Task: Nothing outside the range is wanted. Repeat exactly the lines below from the one with "clamp(low.c, hull), low.x[0]*w.b.radii[0]" through the one with "if fresh || sg.moves()".

Source records:
::::::
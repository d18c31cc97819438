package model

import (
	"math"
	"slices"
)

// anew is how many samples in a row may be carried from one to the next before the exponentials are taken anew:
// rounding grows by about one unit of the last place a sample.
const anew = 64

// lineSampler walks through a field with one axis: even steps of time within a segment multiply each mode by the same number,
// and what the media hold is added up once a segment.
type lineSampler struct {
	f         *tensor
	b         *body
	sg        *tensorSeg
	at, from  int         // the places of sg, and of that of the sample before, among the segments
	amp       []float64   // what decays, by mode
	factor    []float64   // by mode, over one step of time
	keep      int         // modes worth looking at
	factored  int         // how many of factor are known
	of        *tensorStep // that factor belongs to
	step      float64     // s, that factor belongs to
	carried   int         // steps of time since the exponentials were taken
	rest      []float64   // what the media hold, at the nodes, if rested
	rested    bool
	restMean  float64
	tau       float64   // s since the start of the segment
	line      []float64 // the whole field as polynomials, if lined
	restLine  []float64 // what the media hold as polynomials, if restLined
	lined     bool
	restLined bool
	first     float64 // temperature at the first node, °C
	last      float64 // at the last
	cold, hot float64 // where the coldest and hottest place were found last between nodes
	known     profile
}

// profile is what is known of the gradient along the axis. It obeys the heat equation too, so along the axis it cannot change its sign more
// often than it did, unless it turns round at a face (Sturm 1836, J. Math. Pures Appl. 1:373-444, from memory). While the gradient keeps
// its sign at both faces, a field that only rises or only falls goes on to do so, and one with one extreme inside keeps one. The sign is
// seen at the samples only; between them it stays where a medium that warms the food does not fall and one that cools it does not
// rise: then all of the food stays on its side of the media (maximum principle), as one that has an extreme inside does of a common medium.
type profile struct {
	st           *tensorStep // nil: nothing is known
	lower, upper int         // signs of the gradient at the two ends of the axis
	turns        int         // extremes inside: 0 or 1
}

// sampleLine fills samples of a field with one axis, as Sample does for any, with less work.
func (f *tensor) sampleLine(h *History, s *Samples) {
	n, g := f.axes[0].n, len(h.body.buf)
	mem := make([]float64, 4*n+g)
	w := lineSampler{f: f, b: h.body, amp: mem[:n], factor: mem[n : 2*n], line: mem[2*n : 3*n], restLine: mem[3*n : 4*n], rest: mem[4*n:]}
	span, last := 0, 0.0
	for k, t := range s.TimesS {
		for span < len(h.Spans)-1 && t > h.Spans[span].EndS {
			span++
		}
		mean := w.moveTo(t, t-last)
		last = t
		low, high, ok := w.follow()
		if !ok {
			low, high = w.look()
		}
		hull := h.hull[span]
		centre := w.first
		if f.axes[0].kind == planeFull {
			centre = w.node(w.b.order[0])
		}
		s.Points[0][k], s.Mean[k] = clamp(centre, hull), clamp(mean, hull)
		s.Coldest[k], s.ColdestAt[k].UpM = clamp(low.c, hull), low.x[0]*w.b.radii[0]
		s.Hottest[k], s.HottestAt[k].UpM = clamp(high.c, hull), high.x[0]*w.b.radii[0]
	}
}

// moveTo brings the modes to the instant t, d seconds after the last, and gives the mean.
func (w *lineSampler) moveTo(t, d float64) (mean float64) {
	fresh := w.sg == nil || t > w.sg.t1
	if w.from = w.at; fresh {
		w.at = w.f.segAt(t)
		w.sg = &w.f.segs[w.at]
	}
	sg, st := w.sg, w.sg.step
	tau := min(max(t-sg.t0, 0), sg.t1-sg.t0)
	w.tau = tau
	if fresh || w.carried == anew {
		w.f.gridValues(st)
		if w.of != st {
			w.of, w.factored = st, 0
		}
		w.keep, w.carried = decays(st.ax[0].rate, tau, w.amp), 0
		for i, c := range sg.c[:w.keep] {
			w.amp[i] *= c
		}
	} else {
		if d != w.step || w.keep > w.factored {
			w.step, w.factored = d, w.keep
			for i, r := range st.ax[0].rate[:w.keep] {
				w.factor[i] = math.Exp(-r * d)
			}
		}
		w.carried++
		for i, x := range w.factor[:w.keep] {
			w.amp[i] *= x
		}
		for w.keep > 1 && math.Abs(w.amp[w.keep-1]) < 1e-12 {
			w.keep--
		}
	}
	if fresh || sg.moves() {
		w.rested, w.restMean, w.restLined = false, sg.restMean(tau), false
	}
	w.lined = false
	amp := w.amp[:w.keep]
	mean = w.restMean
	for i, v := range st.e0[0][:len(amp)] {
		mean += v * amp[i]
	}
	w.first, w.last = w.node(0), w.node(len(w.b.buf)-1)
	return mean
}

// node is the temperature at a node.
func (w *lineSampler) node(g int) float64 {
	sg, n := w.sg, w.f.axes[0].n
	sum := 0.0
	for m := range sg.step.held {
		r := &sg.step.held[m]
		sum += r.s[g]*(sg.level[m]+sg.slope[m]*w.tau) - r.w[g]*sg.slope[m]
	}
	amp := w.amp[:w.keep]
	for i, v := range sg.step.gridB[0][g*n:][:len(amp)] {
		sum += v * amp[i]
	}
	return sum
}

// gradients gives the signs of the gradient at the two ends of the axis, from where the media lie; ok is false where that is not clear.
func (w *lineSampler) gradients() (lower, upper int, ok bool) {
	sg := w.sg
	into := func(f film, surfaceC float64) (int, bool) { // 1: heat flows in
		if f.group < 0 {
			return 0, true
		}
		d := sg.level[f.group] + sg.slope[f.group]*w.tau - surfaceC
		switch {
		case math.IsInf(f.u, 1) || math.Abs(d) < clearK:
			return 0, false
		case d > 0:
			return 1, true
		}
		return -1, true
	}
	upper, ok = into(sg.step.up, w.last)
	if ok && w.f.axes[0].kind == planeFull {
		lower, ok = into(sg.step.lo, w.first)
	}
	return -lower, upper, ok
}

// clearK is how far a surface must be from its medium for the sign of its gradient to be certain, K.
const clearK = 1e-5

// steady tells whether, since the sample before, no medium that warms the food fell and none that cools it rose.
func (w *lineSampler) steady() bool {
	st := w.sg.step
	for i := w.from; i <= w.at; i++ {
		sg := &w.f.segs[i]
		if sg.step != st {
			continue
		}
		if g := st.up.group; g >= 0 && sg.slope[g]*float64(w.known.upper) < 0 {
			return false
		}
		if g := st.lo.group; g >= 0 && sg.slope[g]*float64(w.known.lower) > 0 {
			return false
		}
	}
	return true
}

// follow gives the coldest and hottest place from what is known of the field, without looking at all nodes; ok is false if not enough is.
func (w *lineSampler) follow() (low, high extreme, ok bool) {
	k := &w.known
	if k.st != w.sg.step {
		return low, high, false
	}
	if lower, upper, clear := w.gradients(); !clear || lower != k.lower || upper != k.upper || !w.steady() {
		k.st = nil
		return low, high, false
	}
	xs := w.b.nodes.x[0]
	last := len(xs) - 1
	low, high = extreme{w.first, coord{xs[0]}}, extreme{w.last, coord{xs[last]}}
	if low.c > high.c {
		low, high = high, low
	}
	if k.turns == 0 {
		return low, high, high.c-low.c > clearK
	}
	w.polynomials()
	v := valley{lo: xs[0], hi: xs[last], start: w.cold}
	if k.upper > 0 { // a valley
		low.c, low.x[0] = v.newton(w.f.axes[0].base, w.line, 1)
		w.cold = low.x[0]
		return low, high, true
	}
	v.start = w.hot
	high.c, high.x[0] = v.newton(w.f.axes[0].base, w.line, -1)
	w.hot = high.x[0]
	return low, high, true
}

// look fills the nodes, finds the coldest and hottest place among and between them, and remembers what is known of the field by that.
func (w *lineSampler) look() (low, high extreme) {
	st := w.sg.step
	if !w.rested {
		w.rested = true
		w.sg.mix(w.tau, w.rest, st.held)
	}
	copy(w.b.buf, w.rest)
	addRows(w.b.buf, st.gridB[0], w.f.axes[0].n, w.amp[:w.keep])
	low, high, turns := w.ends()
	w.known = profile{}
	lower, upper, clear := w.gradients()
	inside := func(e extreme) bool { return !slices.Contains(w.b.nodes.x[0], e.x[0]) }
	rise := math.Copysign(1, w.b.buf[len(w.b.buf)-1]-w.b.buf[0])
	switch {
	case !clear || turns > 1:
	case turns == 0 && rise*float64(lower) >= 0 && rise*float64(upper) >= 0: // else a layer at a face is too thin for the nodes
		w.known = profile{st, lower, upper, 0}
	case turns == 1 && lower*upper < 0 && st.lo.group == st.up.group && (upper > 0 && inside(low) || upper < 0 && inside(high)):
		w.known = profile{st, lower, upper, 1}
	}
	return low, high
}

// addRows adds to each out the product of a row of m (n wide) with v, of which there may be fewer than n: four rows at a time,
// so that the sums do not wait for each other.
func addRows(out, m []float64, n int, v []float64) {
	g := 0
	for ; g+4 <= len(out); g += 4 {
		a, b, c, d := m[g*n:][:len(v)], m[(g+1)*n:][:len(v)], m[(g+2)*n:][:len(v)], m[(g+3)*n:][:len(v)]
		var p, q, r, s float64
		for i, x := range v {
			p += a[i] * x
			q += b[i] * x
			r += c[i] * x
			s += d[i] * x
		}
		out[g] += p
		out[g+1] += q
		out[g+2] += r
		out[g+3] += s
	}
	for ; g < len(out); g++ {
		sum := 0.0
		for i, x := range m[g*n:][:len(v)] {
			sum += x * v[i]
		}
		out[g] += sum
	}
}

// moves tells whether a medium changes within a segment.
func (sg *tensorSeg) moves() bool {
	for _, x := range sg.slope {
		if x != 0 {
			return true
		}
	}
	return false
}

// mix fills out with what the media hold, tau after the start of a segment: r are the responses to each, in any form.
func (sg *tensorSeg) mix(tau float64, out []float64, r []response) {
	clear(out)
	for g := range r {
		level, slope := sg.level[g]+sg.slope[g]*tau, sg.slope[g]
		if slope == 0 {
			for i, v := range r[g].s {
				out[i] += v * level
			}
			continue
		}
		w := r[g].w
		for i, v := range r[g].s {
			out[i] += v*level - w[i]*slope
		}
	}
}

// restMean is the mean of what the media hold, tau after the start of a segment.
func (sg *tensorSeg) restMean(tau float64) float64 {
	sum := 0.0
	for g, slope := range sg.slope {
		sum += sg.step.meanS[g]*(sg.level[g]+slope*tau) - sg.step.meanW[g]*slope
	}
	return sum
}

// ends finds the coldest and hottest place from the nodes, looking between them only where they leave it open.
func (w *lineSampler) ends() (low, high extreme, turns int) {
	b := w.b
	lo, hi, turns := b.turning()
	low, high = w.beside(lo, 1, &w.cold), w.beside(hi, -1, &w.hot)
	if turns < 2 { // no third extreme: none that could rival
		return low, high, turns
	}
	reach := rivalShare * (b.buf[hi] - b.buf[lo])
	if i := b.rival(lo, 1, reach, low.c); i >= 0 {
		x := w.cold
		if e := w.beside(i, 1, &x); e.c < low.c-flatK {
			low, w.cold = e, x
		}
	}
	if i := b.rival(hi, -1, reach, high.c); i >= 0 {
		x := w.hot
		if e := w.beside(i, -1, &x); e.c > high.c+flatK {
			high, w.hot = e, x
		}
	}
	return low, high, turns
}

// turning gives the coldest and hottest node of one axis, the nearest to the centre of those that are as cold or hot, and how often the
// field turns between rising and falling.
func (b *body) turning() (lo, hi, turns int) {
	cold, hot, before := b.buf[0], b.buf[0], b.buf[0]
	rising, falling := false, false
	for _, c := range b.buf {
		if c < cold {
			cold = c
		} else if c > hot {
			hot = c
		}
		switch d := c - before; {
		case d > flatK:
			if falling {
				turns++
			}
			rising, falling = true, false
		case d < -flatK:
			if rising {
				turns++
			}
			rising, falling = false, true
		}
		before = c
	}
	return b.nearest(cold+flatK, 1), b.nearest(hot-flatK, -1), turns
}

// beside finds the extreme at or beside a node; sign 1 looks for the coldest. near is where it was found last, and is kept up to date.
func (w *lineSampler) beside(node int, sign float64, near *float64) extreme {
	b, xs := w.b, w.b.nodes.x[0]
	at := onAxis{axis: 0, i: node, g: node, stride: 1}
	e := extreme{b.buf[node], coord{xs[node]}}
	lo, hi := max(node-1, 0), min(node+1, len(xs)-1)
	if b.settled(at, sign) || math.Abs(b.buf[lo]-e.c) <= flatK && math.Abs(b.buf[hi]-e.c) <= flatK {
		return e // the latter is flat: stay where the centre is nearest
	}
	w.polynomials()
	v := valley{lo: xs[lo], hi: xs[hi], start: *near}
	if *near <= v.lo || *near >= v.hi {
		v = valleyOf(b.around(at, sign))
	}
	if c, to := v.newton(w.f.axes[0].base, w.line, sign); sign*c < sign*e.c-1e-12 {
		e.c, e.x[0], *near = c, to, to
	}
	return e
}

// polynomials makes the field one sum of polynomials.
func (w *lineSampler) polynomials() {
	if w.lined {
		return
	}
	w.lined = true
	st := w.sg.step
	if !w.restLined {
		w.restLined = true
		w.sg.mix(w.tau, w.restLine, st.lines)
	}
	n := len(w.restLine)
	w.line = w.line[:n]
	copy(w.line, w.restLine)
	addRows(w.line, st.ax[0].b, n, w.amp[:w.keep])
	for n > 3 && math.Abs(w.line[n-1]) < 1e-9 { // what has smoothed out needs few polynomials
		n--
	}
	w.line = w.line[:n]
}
::::::
Solution to the exercise:
		s.Coldest[k], s.ColdestAt[k].UpM = clamp(low.c, hull), low.x[0]*w.b.radii[0]
		s.Hottest[k], s.HottestAt[k].UpM = clamp(high.c, hull), high.x[0]*w.b.radii[0]
	}
}

// moveTo brings the modes to the instant t, d seconds after the last, and gives the mean.
func (w *lineSampler) moveTo(t, d float64) (mean float64) {
	fresh := w.sg == nil || t > w.sg.t1
	if w.from = w.at; fresh {
		w.at = w.f.segAt(t)
		w.sg = &w.f.segs[w.at]
	}
	sg, st := w.sg, w.sg.step
	tau := min(max(t-sg.t0, 0), sg.t1-sg.t0)
	w.tau = tau
	if fresh || w.carried == anew {
		w.f.gridValues(st)
		if w.of != st {
			w.of, w.factored = st, 0
		}
		w.keep, w.carried = decays(st.ax[0].rate, tau, w.amp), 0
		for i, c := range sg.c[:w.keep] {
			w.amp[i] *= c
		}
	} else {
		if d != w.step || w.keep > w.factored {
			w.step, w.factored = d, w.keep
			for i, r := range st.ax[0].rate[:w.keep] {
				w.factor[i] = math.Exp(-r * d)
			}
		}
		w.carried++
		for i, x := range w.factor[:w.keep] {
			w.amp[i] *= x
		}
		for w.keep > 1 && math.Abs(w.amp[w.keep-1]) < 1e-12 {
			w.keep--
		}
	}
	if fresh || sg.moves() {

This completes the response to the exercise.